Work instructions –
Using the data below, copy every line that contains the word "sans".

Records for processing –
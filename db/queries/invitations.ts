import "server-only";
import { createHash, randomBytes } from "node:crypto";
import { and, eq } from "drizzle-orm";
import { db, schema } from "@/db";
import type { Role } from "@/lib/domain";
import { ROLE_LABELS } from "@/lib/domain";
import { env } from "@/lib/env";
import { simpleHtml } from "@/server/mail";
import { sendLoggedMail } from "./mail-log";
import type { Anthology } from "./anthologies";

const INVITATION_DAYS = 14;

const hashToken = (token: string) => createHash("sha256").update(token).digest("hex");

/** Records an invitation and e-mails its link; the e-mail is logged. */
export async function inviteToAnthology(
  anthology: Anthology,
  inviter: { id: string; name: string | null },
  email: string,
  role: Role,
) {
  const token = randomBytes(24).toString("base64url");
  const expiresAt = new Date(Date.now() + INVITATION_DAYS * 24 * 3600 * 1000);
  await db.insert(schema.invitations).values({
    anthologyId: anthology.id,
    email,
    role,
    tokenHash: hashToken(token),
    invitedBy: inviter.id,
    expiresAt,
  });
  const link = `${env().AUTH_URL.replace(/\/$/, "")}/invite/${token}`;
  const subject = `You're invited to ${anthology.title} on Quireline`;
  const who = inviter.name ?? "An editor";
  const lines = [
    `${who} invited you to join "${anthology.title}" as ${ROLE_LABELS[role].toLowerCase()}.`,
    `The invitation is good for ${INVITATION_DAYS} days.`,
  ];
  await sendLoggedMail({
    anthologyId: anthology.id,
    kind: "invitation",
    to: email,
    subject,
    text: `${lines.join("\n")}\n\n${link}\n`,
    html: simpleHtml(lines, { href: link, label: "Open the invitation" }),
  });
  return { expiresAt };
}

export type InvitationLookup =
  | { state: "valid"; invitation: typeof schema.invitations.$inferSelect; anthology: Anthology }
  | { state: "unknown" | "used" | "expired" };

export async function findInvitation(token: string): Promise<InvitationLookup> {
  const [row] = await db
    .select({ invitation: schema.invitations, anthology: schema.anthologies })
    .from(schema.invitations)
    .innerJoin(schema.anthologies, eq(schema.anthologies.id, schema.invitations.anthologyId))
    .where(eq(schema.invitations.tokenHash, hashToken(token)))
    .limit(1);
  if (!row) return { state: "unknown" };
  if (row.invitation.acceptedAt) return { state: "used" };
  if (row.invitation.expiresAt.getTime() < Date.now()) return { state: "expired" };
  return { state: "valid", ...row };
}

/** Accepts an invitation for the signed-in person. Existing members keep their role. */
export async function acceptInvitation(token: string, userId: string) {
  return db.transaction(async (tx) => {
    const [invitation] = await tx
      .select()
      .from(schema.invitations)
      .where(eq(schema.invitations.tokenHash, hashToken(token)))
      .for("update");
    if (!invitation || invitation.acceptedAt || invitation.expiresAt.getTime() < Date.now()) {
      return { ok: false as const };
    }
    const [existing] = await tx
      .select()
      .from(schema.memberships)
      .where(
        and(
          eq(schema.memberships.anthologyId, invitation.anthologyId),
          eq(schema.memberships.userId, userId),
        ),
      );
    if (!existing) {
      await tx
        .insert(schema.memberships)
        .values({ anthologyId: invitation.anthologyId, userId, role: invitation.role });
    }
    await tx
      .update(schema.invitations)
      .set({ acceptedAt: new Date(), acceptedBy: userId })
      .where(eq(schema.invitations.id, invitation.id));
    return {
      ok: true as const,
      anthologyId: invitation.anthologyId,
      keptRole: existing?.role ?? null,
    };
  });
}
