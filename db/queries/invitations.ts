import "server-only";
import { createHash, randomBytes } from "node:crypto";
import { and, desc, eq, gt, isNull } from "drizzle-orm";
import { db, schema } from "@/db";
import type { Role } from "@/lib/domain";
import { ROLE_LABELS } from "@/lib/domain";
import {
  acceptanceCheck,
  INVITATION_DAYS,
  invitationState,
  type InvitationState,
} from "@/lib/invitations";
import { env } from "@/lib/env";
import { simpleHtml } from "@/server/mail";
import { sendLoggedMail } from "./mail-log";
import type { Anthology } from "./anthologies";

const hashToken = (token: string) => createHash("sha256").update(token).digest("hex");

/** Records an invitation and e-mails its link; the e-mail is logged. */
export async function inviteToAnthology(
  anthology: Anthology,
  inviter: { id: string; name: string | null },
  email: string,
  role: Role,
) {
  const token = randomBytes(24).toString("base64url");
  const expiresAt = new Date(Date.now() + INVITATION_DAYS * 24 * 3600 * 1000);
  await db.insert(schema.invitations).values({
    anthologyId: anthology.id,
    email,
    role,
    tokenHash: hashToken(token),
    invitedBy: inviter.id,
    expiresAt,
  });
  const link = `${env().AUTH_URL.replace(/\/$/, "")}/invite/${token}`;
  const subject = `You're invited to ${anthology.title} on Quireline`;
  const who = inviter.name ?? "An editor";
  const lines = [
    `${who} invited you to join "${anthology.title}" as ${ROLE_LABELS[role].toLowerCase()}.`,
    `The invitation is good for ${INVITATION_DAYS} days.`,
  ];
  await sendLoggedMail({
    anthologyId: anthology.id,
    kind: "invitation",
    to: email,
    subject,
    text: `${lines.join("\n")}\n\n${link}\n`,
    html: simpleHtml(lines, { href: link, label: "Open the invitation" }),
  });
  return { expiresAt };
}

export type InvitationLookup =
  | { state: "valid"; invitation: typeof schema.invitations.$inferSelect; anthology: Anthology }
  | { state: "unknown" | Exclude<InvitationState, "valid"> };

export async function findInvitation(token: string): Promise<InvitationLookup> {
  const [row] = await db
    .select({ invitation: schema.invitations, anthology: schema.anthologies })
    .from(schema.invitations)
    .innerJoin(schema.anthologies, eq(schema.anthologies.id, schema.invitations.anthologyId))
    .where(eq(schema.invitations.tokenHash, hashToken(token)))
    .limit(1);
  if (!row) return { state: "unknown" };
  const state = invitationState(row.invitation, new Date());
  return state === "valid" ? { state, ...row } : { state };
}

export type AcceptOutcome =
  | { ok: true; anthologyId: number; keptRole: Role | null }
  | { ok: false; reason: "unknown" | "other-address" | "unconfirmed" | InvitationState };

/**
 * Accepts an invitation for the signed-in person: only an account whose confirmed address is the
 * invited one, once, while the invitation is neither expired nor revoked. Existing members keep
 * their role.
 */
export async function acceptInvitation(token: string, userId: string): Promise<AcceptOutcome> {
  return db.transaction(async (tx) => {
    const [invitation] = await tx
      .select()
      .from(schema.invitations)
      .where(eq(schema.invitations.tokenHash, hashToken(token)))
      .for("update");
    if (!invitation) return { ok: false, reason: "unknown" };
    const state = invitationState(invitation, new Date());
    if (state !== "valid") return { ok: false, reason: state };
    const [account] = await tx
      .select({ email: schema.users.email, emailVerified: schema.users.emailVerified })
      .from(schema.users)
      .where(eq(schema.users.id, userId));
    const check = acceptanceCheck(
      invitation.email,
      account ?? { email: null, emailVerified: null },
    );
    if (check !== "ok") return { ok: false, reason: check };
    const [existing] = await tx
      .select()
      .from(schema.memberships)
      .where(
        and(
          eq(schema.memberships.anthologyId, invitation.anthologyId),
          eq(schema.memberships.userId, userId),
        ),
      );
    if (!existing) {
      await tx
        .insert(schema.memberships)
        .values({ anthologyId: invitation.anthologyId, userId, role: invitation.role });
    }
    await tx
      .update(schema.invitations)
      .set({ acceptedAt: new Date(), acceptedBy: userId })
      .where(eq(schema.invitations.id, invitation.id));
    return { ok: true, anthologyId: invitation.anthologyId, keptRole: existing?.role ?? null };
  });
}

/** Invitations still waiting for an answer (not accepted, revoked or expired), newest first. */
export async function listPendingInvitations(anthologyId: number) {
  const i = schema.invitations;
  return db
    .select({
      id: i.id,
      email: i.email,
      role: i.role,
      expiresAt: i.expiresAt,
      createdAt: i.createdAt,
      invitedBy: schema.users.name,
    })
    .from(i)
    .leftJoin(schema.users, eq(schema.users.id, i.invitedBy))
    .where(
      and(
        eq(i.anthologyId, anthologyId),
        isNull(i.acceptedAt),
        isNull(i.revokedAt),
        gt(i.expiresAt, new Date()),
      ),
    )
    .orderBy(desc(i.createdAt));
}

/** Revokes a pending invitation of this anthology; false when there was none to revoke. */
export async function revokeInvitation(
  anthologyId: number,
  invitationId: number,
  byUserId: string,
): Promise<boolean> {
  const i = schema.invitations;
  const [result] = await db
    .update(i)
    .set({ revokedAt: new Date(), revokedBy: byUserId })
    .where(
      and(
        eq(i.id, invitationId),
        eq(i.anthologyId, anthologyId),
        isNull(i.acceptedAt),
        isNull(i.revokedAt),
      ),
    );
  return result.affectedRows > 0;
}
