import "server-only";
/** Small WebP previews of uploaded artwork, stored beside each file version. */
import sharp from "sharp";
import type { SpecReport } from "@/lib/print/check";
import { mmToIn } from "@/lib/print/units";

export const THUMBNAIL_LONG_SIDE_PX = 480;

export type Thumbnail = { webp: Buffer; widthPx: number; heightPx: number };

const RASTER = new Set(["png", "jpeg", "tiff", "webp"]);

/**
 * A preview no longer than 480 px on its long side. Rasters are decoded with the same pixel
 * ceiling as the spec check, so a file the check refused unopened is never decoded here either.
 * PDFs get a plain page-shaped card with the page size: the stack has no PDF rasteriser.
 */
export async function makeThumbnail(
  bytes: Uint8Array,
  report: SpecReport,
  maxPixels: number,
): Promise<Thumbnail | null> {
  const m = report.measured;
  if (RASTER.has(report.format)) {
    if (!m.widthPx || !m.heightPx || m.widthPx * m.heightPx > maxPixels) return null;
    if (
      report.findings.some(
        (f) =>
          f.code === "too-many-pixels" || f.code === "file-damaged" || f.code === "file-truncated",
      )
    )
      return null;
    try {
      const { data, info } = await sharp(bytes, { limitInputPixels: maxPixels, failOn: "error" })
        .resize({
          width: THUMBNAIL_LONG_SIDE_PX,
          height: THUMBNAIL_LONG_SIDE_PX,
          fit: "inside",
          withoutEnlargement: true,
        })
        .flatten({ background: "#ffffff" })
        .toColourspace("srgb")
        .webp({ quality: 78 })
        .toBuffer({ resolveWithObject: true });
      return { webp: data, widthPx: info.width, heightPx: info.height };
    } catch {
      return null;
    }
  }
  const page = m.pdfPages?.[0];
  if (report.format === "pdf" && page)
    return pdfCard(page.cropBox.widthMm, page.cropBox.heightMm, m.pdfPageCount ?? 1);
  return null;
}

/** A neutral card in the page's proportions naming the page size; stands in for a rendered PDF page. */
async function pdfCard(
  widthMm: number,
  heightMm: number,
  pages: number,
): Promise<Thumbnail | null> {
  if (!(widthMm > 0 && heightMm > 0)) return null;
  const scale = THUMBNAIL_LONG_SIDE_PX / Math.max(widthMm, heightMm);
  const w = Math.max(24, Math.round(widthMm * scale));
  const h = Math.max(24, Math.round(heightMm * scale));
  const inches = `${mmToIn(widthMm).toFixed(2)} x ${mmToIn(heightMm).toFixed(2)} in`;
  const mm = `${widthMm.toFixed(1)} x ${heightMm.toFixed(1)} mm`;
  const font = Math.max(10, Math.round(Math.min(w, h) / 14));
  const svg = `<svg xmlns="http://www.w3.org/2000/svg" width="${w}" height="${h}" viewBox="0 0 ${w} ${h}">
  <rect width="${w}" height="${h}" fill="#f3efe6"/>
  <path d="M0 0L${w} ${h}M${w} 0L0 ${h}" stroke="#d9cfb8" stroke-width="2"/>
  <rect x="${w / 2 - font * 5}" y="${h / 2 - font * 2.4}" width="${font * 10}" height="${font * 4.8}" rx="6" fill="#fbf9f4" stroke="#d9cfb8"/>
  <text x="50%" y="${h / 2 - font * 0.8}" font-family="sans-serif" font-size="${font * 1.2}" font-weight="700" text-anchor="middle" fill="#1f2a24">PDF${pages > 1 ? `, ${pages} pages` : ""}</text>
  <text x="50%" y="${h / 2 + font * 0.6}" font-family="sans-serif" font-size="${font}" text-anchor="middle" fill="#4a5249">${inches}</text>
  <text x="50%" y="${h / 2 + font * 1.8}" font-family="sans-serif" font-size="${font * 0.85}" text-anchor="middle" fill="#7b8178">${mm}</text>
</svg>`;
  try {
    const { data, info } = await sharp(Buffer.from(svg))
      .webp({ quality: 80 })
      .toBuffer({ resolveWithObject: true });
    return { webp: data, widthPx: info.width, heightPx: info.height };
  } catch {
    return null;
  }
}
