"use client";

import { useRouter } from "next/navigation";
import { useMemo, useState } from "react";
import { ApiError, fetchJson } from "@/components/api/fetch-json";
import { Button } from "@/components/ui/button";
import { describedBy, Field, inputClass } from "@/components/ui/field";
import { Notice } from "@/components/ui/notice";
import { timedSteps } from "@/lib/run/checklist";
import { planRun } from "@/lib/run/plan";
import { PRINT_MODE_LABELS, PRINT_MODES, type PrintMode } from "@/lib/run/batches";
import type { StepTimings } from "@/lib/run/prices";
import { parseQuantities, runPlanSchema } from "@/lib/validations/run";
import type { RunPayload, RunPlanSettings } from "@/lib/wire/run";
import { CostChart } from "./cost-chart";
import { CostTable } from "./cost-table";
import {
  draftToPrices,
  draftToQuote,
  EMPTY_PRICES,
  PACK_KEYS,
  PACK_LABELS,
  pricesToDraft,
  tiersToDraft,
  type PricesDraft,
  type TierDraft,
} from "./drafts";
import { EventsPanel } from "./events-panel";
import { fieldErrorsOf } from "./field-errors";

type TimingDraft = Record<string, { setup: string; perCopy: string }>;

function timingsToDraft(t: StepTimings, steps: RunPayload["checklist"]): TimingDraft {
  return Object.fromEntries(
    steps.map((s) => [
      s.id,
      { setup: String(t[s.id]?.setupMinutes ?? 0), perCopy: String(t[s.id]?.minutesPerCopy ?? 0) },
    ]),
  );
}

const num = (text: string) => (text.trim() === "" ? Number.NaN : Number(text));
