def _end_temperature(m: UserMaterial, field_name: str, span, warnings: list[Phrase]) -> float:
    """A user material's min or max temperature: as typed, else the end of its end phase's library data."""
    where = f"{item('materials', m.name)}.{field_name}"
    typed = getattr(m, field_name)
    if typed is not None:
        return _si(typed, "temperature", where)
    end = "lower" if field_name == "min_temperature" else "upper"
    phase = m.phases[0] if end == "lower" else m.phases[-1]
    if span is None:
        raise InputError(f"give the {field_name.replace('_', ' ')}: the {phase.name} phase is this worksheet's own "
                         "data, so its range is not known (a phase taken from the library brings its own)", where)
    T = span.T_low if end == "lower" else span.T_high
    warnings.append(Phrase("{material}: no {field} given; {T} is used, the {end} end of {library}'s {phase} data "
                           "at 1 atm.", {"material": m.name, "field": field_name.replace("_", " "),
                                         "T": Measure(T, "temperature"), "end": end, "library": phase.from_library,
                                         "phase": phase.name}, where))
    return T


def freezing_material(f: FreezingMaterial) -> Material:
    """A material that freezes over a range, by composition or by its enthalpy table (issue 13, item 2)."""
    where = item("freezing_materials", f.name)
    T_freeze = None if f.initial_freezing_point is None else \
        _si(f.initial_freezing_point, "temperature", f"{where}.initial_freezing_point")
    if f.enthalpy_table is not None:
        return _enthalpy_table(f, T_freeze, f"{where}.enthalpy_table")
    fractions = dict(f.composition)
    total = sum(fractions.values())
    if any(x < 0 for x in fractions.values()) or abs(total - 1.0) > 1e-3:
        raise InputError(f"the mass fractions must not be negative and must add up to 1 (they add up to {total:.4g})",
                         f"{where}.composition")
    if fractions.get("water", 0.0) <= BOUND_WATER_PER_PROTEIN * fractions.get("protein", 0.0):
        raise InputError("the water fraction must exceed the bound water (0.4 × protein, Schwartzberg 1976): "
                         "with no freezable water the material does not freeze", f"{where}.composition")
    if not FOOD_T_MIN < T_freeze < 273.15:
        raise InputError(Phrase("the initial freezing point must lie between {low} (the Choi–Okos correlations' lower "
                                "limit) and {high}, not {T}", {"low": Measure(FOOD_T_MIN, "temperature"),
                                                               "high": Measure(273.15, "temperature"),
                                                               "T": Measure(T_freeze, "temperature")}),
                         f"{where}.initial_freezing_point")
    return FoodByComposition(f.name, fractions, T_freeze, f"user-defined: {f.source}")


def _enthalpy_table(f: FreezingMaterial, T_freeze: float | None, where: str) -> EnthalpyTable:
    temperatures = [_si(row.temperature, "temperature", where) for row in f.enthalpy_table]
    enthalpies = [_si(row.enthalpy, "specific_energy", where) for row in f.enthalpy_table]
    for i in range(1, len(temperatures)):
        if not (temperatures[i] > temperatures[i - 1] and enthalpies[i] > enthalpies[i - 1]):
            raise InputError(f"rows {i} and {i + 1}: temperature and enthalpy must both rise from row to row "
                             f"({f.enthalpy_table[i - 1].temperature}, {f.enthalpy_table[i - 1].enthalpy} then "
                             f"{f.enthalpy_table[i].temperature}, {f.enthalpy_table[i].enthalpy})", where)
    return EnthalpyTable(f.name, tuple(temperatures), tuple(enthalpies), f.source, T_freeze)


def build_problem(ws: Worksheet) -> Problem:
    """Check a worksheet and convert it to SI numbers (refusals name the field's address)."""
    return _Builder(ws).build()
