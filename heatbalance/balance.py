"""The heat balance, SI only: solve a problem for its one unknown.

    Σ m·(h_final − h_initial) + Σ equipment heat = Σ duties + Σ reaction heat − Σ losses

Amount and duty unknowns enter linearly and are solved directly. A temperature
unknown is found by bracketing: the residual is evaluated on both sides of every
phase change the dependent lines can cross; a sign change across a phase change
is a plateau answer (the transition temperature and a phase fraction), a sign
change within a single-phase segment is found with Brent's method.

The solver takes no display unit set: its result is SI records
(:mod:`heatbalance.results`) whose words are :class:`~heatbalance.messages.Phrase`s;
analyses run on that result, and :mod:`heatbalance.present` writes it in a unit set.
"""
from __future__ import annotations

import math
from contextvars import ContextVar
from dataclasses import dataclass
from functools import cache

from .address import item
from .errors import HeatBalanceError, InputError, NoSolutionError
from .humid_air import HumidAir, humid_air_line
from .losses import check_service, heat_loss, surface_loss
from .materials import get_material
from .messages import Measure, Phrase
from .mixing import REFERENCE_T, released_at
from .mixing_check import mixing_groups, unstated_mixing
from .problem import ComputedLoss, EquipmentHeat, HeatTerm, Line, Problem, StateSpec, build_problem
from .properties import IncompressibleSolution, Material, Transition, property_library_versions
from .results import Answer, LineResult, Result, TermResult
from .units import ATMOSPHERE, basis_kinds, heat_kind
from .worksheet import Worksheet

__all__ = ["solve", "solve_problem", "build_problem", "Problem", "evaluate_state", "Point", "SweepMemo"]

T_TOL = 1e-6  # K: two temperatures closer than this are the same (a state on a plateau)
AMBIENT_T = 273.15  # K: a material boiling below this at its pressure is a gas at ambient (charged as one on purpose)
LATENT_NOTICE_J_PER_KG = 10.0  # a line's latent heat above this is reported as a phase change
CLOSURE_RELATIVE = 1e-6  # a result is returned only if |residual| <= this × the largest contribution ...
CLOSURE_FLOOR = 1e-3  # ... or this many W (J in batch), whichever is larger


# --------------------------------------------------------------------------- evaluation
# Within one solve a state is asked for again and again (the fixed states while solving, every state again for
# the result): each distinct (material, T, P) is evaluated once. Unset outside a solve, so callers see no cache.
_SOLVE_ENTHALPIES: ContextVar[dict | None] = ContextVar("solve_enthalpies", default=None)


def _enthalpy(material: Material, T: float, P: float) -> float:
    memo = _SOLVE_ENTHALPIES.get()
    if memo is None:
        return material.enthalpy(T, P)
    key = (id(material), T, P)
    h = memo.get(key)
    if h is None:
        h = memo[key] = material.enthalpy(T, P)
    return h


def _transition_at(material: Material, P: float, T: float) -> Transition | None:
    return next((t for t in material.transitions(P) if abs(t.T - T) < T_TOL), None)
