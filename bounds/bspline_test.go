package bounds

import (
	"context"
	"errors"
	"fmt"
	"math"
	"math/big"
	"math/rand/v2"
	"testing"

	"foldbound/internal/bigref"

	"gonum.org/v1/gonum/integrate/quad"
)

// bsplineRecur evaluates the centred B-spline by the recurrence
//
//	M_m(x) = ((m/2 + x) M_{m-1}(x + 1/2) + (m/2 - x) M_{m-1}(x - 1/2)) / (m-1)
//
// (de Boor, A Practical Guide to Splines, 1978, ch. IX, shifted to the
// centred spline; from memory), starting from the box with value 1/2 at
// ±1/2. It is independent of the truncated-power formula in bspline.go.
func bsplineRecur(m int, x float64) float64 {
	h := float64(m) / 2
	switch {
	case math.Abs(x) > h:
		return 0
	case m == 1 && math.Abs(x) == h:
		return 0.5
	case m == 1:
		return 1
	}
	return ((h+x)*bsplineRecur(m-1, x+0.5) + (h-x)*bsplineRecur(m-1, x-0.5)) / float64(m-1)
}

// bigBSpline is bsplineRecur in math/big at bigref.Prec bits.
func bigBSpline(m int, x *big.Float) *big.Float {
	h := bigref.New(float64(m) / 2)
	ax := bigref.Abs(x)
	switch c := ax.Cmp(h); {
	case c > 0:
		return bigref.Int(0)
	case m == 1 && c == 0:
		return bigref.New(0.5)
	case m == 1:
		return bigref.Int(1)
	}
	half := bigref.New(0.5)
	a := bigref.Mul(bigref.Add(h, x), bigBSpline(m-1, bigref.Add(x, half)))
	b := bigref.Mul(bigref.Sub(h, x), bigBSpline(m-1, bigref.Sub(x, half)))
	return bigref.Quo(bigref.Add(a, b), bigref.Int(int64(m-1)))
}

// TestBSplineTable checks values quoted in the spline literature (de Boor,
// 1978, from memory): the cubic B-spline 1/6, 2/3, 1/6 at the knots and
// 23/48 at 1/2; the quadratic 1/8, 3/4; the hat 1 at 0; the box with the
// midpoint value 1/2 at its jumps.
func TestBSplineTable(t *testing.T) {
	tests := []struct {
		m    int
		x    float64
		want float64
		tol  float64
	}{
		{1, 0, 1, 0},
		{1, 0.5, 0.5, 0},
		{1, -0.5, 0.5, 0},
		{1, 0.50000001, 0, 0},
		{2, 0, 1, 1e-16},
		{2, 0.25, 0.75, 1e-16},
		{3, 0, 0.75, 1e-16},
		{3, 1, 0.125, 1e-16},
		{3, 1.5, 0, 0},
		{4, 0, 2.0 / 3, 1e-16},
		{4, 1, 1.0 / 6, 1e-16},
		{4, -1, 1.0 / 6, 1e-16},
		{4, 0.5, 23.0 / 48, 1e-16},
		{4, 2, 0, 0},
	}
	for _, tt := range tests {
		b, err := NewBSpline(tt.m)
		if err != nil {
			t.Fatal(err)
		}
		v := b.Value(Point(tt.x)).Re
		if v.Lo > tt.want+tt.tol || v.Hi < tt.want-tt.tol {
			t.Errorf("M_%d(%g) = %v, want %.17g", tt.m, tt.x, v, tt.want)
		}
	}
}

Answer area –
  <text x="50%" y="${h / 2 - font * 0.8}" font-family="sans-serif" font-size="${font * 1.2}" font-weight="700" text-anchor="middle" fill="#1f2a24">PDF${pages > 1 ? `, ${pages} pages` : ""}</text>
  <text x="50%" y="${h / 2 + font * 0.6}" font-family="sans-serif" font-size="${font}" text-anchor="middle" fill="#4a5249">${inches}</text>
  <text x="50%" y="${h / 2 + font * 1.8}" font-family="sans-serif" font-size="${font * 0.85}" text-anchor="middle" fill="#7b8178">${mm}</text>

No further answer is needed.